Wednesday, May 12, 2010

The Least of These

The paradox of moving past the human urge to be superior and not inferior is rarely spoken of in these exact terms. To begin with, it is considered reasonable by those who even stop to think about it, and it is safe to say that the majority of humans don’t even give it any conscious thought. We want to be the best, but we never stop to ask why. The superior-inferior dichotomy is so pervasive among the species as to be considered “natural”. When something like Kohlberg’s research on moral development is applied, the compulsion to be superior could simply be the result of not wanting to be inferior. I mean, really! Who want’s to be inferior? No one. And since equality seems to be such an abstraction, the more concrete inferiority-avoidance seems best achieved by superiority. As I have said, it’s in our DNA. Enlightened educators (like Mary) have long realized that cooperation is a fundamentally more effective paradigm for teaching and learning, and yet academia is the bulwark of competition. Everything about our society is about rewarding superiority and treating inferiority, well, as inferior.

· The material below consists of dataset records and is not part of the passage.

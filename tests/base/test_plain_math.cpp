#include <catch2/catch.hpp>

#include <algorithm>
#include <cmath>
#include <cstdint>
#include <limits>

#include "cullcast/base/plain_math.hpp"

// Reference: glibc's libm (std::log, std::sin, std::cos), correctly rounded
// or within 1 ulp for these functions on x86-64 (glibc manual, "Errors in
// Math Functions").

TEST_CASE("plain_log matches libm over the uniforms Box-Muller sees and beyond") {
  double worst = 0;
  // Uniforms in (0, 1) down to the smallest the generator makes (2^-54), then
  // a sweep over many binades on both sides of 1.
  for (int e = -54; e <= 0; ++e) {
    for (int k = 0; k < 997; ++k) {
      const double x = std::ldexp(1.0 + k / 997.0, e - 1);
      if (x >= 1.0) continue;
      const double err = std::fabs(cullcast::plain_log(x) - std::log(x)) / std::fabs(std::log(x));
      worst = std::max(worst, err);
    }
  }
  for (double x : {1e-300, 1e-30, 0.1, 0.5, 0.7071067811865476, 1.4142135623730951, 2.0, 3.0, 10.0, 1e30, 1e300}) {
    const double ref = std::log(x);
    const double err = std::fabs(cullcast::plain_log(x) - ref) / std::fabs(ref);
    worst = std::max(worst, err);
  }
  INFO("worst relative error " << worst);
  CHECK(worst < 4 * std::numeric_limits<double>::epsilon());
  // Near 1 the relative error of the result is what matters to Box-Muller's
  // radius sqrt(-2 ln u); check the absolute error there.
  for (double x : {1.0 - 1e-15, 1.0 - 1e-9, 1.0 - 1e-4, 0.999}) {
    CHECK(std::fabs(cullcast::plain_log(x) - std::log(x)) < 1e-18 + 2e-16 * std::fabs(std::log(x)));
  }
  CHECK(cullcast::plain_log(1.0) == 0.0);
}

TEST_CASE("plain_exp matches libm over the development and completion range and beyond") {
  // Reference: glibc's exp (within 1 ulp on x86-64). Development rates take
  // ln(Q10)/10 · ΔT (|x| < 3 for any sea temperature), the completion
  // probability a logit (|x| < 250); the sweep covers [-700, 700].
  double worst = 0;
  for (int k = -700000; k <= 700000; ++k) {
    const double x = k * 1e-3 + 1.3e-7 * (k % 7);
    const double ref = std::exp(x);
    worst = std::max(worst, std::fabs(cullcast::plain_exp(x) - ref) / ref);
  }
  for (double x : {0.0, 1e-300, -1e-300, 1e-12, 0.34657359027997264, -0.34657359027997264, 0.6931471805599453, 1.0,
                   -1.0, 709.0 - 9.0, -700.0}) {
    const double ref = std::exp(x);
    worst = std::max(worst, std::fabs(cullcast::plain_exp(x) - ref) / ref);
  }
  INFO("worst relative error " << worst);
  CHECK(worst < 4 * std::numeric_limits<double>::epsilon());
  CHECK(cullcast::plain_exp(0.0) == 1.0);
  CHECK(cullcast::plain_exp(std::log(2.0)) == Approx(2.0).epsilon(1e-15));
}

TEST_CASE("plain_sincos_turns matches libm on a whole turn") {
  constexpr double kTwoPi = 6.283185307179586476925;
  double worst = 0;
  for (int k = 0; k <= 200000; ++k) {
    const double u = k / 200000.0;
    double s, c;
    cullcast::plain_sincos_turns(u, s, c);
    worst = std::max({worst, std::fabs(s - std::sin(kTwoPi * u)), std::fabs(c - std::cos(kTwoPi * u))});
  }
  INFO("worst absolute error " << worst);
  // The argument 2πu itself is rounded (about 4e-16 near u = 1), so compare
  // at a few ulp of 1.
  CHECK(worst < 1e-15);
  double s, c;
  cullcast::plain_sincos_turns(0.25, s, c);
  CHECK(s == 1.0);
  CHECK(std::fabs(c) < 1e-300);
  cullcast::plain_sincos_turns(0.0, s, c);
  CHECK(s == 0.0);
  CHECK(c == 1.0);
}

// The single-precision versions, against libm in double (the reference
// rounded to float is within half an ulp of the true value).
TEST_CASE("plain_logf matches libm over every uniform the random walk sees") {
  // The uniforms are (k + 0.5)·2^-24 for k < 2^24: check a dense sweep, the
  // smallest ones, and the ones next to 1.
  double worst = 0;
  auto check = [&](float x) {
    const double ref = std::log(static_cast<double>(x));
    const double err = std::fabs(static_cast<double>(cullcast::plain_logf(x)) - ref);
    // Relative to |ln x|, but near x = 1 the absolute error is what matters
    // to the radius sqrt(-2 ln u): compare against max(|ln x|, 2^-24).
    worst = std::max(worst, err / std::max(std::fabs(ref), 0x1p-24));
  };
  for (std::uint32_t k = 0; k < (1u << 24); k += 97) check((static_cast<float>(k) + 0.5f) * 0x1p-24f);
  for (std::uint32_t k = 0; k < 4096; ++k) {
    check((static_cast<float>(k) + 0.5f) * 0x1p-24f);
    check((static_cast<float>((1u << 24) - 1 - k) + 0.5f) * 0x1p-24f);
  }
  for (float x : {1e-30f, 0.5f, 0.70710677f, 1.4142135f, 2.0f, 10.0f, 1e30f}) check(x);
  INFO("worst relative error " << worst);
  CHECK(worst < 4 * std::numeric_limits<float>::epsilon());
}

TEST_CASE("plain_sincos_turnsf matches libm on a whole turn") {
  constexpr double kTwoPi = 6.283185307179586476925;
  double worst = 0;
  for (int k = 0; k <= 200000; ++k) {
    const float u = static_cast<float>(k) / 200000.0f;
    float s, c;
    cullcast::plain_sincos_turnsf(u, s, c);
    const double angle = kTwoPi * static_cast<double>(u);
    worst = std::max({worst, std::fabs(s - std::sin(angle)), std::fabs(c - std::cos(angle))});
  }
  INFO("worst absolute error " << worst);
  // The argument 2πu is rounded in float (about 2.4e-7 near u = 1).
  CHECK(worst < 5e-7);
  float s, c;
  cullcast::plain_sincos_turnsf(0.25f, s, c);
  CHECK(s == 1.0f);
  cullcast::plain_sincos_turnsf(0.0f, s, c);
  CHECK(s == 0.0f);
  CHECK(c == 1.0f);
}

I confess that it is my employment that got me to thinking about this whole thing a little more seriously, because the numbers prove that I’m inferior. It’s not a good feeling, and it would feel better if someone more proficient than me reached out with a helping hand to bring me along. Instead, it’s the dog-eat-dog world of superiority vanquishing inferiority by defeating and eliminating it. Perhaps this is as it should be, but I am at a loss to understand how it is going to make for a more peaceful and loving world. Jesus may have just been full of it.